Saturday, July 28, 2012

Slow down Kelly!!!

Oy! Life has been insane lately, so busy. I had a conversation a couple days ago with my friend Angela about how I am way too good at overbooking myself.

I have a hard time saying No when people ask me to do things, whether it be a favor, a hang out, dinner, whatever! Then I TRY to find some time for just ME (which since becoming a mommy just doesn't happen, but thats okay because i'm obsessed with my baby girl) for things like cleaning my house, doing laundry (wait..is that considered me time now??), getting my hair cut,etc. When I do find a sliver of time and may have to leave an obligation a little early to do such things...all of a sudden I'm considered selfish. Its hard. I've always been one of those people...you know...I don't like when people are mad at me, or don't like me. Since becoming a mommy, the mama bear factor has come into play with the attitude of " well whatever, my daughters most important and if you dont like what i'm doing you can suck my toe!" ...so lately i've been trying to find a balance. Balance of a working mother...balancing being a good employee who needs to be available 24/7, to being a mommy and wife- cooking dinner, cleaning, taking care of our family AND finding some down time to enjoy joey & baby. its hard. Then I try to find the balance of not having the F*ck You! attitude of totally NOT caring what people think...but also not letting caring TOO much what people think run my life. I keep reminding myself- I'm a mommy now. MY little family of three IS most important. No matter what. Its a constant struggle.

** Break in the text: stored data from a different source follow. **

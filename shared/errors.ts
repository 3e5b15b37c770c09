/** Everything a person can be told to act on. One code, one HTTP status; nothing else maps errors to statuses. */
export const ERROR_STATUS = {
  invalidInput: 422,
  notSignedIn: 401,
  wrongCredentials: 401,
  lockedOut: 429,
  tooManyRequests: 429,
  notAllowed: 403,
  notFound: 404,
  conflict: 409,
  expired: 410,
  lengthRequired: 411,
  tooLarge: 413,
  unsupported: 415,
  unavailable: 503,
} as const

export type ErrorCode = keyof typeof ERROR_STATUS

export interface ErrorDetails {
  /** Path of the field at fault, as the form names it. */
  field?: string
  /** What would be accepted instead, in words. */
  accepted?: string
  /** Anything the screen needs to help: who signed and when, rows and columns, seconds to wait. */
  data?: Record<string, unknown>
}

/**
 * A refusal that a person can act on: what is wrong (message) and what would be accepted (details).
 * Bugs and outages are not AppErrors; they are logged with an id and shown as one neutral sentence.
 */
export class AppError extends Error {
  readonly code: ErrorCode
  readonly details: ErrorDetails

  constructor(code: ErrorCode, message: string, details: ErrorDetails = {}) {
    super(message)
    this.name = 'AppError'
    this.code = code
    this.details = details
  }
}
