/** The curve that a set of constants predicts, with its derivatives. */
import { solvePoint } from '../equilibria/kernel'
import { openKernel, type Kernel } from '../equilibria/kernelLayout'
import { differentiate, openSensitivity, type Sensitivity } from '../equilibria/sensitivity'
import { compileSystem, type Species } from '../equilibria/system'
import type { CurvePoints } from './curves'

export interface CurveSolver {
  readonly points: CurvePoints
  readonly kernel: Kernel
  /** Position of H among the unknowns. */
  readonly proton: number
  /** Position of every refined species in the kernel; −1 where this curve holds none of it. */
  readonly refined: readonly number[]
  /** ln(free) at every point as last solved: the start of the next evaluation. */
  readonly warm: (Float64Array | null)[]
  readonly sensitivity: Sensitivity
}

export interface SolverRefused { readonly ok: false, readonly message: string }

export function openCurve(points: CurvePoints, species: readonly Species[], refined: readonly string[]): CurveSolver | SolverRefused {
  const usable = species.filter(one => Object.entries(one.stoichiometry).every(([name, power]) => power === 0 || points.components.includes(name)))
  const first = points.totals_M[0]!
  const compiled = compileSystem({ components: points.components.map((name, k) => ({ name, total_M: first[k]! })), species: usable })
  if (!compiled.ok) return { ok: false, message: compiled.message }
  const kernel = openKernel(compiled)
  return {
    points, kernel, proton: compiled.unknowns.indexOf('H'), refined: refined.map(name => compiled.names.indexOf(name)),
    warm: points.totals_M.map(() => null), sensitivity: openSensitivity(kernel),
  }
}

export interface PointAnswer {
  pcH: number
  /** ∂pcH/∂V, per mL. */
  perMl: number
}

/**
 * Solves point i with ln β now in the kernel and `acid_mmol` more acid in the vessel; the derivatives stand in `sensitivity` afterwards.
 * NaN where the balances cannot be met.
 */
export function solveAt(solver: CurveSolver, i: number, acid_mmol: number): PointAnswer {
  const { kernel, points, proton, warm, sensitivity } = solver
  kernel.totals_M.set(points.totals_M[i]!)
  if (points.acidFactor) kernel.totals_M[proton]! += acid_mmol * points.acidFactor[i]!
  const start = warm[i] ?? (i > 0 ? warm[i - 1] : null)
  if (start) kernel.u.set(start)
  else for (let k = 0; k < kernel.n; k++) kernel.u[k] = k === proton ? -points.pcH[i]! * Math.LN10 : Math.log(Math.abs(kernel.totals_M[k]!)) - 20
  if (solvePoint(kernel) !== null || !differentiate(kernel, proton, sensitivity)) return { pcH: NaN, perMl: NaN }
  if (warm[i]) warm[i].set(kernel.u)
  else warm[i] = kernel.u.slice()
  let slope = 0
  for (let k = 0; k < kernel.n; k++) slope += sensitivity.perTotal[k]! * points.perMl_M[i]![k]!
  return { pcH: -kernel.u[proton]! / Math.LN10, perMl: -slope / Math.LN10 }
}
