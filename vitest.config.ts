import { fileURLToPath } from 'node:url'
import { defineVitestProject } from '@nuxt/test-utils/config'
import { defineConfig } from 'vitest/config'

const at = (path: string) => fileURLToPath(new URL(path, import.meta.url))
const alias = { '#shared': at('./shared'), '~~': at('.'), '~': at('.') }

export default defineConfig({
  test: {
    coverage: { provider: 'v8', include: ['shared/**', 'server/**'] },
    projects: [
      { resolve: { alias }, test: { name: 'science', environment: 'node', include: ['tests/science/**/*.test.ts', 'tests/shared/**/*.test.ts', 'tests/meta/**/*.test.ts'] } },
      {
        resolve: { alias },
        test: { name: 'server', environment: 'node', include: ['tests/server/**/*.test.ts'], globalSetup: [at('./tests/support/databaseSetup.ts')], testTimeout: 30_000, hookTimeout: 60_000 },
      },
      {
        resolve: { alias },
        test: {
          name: 'api', environment: 'node', include: ['tests/api/**/*.test.ts'], globalSetup: [at('./tests/support/serverSetup.ts')],
          testTimeout: 60_000, hookTimeout: 180_000, fileParallelism: false,
        },
      },
      {
        resolve: { alias },
        test: {
          name: 'e2e', environment: 'node', include: ['tests/e2e/**/*.test.ts'], globalSetup: [at('./tests/support/serverSetup.ts')],
          testTimeout: 120_000, hookTimeout: 180_000, fileParallelism: false,
        },
      },
      await defineVitestProject({
        test: {
          name: 'components', environment: 'nuxt', include: ['tests/components/**/*.test.ts'],
          // Starting the application is the slow part, and these run beside a build.
          testTimeout: 30_000, hookTimeout: 120_000,
          environmentOptions: { nuxt: { rootDir: at('.'), domEnvironment: 'happy-dom' } },
        },
      }),
    ],
  },
})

I've over booked myself something fierce these last couple months (and I see no end in sight until September!), and its exhausting. I'm constantly on my phone for work, or checking my calender 50 times a day, coordinating things, working on refinancing our house, working on different bills to try and lower them as much as possible, slowly working on putting together a garage sale, trying to keep up Adelynn's journal and baby book, we have plans every single weekend (I dont know how that happened, we're not that popular!), family dinners, etc. its a lot! At the end of the day I still try to make sure I have time with joey and baby, and then at the very bottom of my list...myself. I don't WANT time away from hubs OR baby! but i think sometimes I need some time to just be alone, read a book, write, just decompress and clear my mind! My mind is always filled with whats coming up the next day, what I need to get done, making mental notes of things, and my desk/purse/car/house is filled with to do lists, post its, etc. that have grocery lists scribbled on them, stuff i dont want to forget to do, stuff i need to pick up, etc. IT IS INSANE.


blah.


and hey, how bout that psycho that shot up the movie theater in CO?? (yes, I'm jumping around randomly- I'm tellin you, this is how my mind works...its scary and confusing!) that seriously disturbed me. In a big way. I cannot imagine sitting in a movie theater with my husband and child,....and all of a sudden THAT happening. It make me shutter to think of being so vulnerable and our lives at the hands of someone like that. How awful. what the HELL is the world coming to? I told Joey I wish we could move somewhere in this world away from all the crazy. Now that we have Adelynn, my mama bear mode kicks in frequently- and all I want to do is protect her. Joey has a gun, and I've never been against them- but they always made me nervous. After this mess happened I woke up the next morning and the first thing I told Joey was " I want to get a gun" he kinda laughed at me but I told him, I'm totally serious. I hope to God I NEVER have to use it, but I fully plan on educating myself (gun safety classes, range time with joey, him teaching me how to take it apart/clean it,etc) about guns and gun safety-- because you better believe, if I was sitting in that theater with my gun on my hip and that psycho came in shooting, I would without hesitation pull the trigger to defend myself, my family, my BABY GIRL, and all those innocent people sitting there. I will do whatever it takes to protect my child. I cannot imagine losing her like that. So yes, people may disagree with me, "Guns kill people" bla bla bla...and thats okay. Everyone is entitled to their own opinion and I'm not going to hate on anyone for disagreeing with me. This is the decision I've made, and I'll sleep better at night knowing I'm prepared. Like I said, I hope I'm never put in a situation where I have to use it.

heres what I'm planning on getting:


Taurus .380 ACP

I've already held it, and its a perfect fit, super light weight. diggin' it. I'll be getting it soon. Then joey will teach me every dang thing he knows (yay Army!), and pretty soon I'll be taking a gun safety class that my FIL's friend teaches twice a week. Then I'll get my permit. Scary huh? ;)



Busy weekend ahead...yeah surprise surprise right? Today we're window shopping for my gun, then heading to my Great Aunt's 80th birthday party! Then I'm off to get a cut/color (havent had my hair cut since Feb, colored since August 2011!), tonight we're having Britt & Zach, Lana & Nick over to hang out! Tomorrow I think we're free most of the day...fingers crossed! Until family dinner tomorrow night. Then back to work Monday. blah--weekends are NOT long enough!


and on that note, I'm going to get off here- enjoy my coffee and my family before starting a very busy day!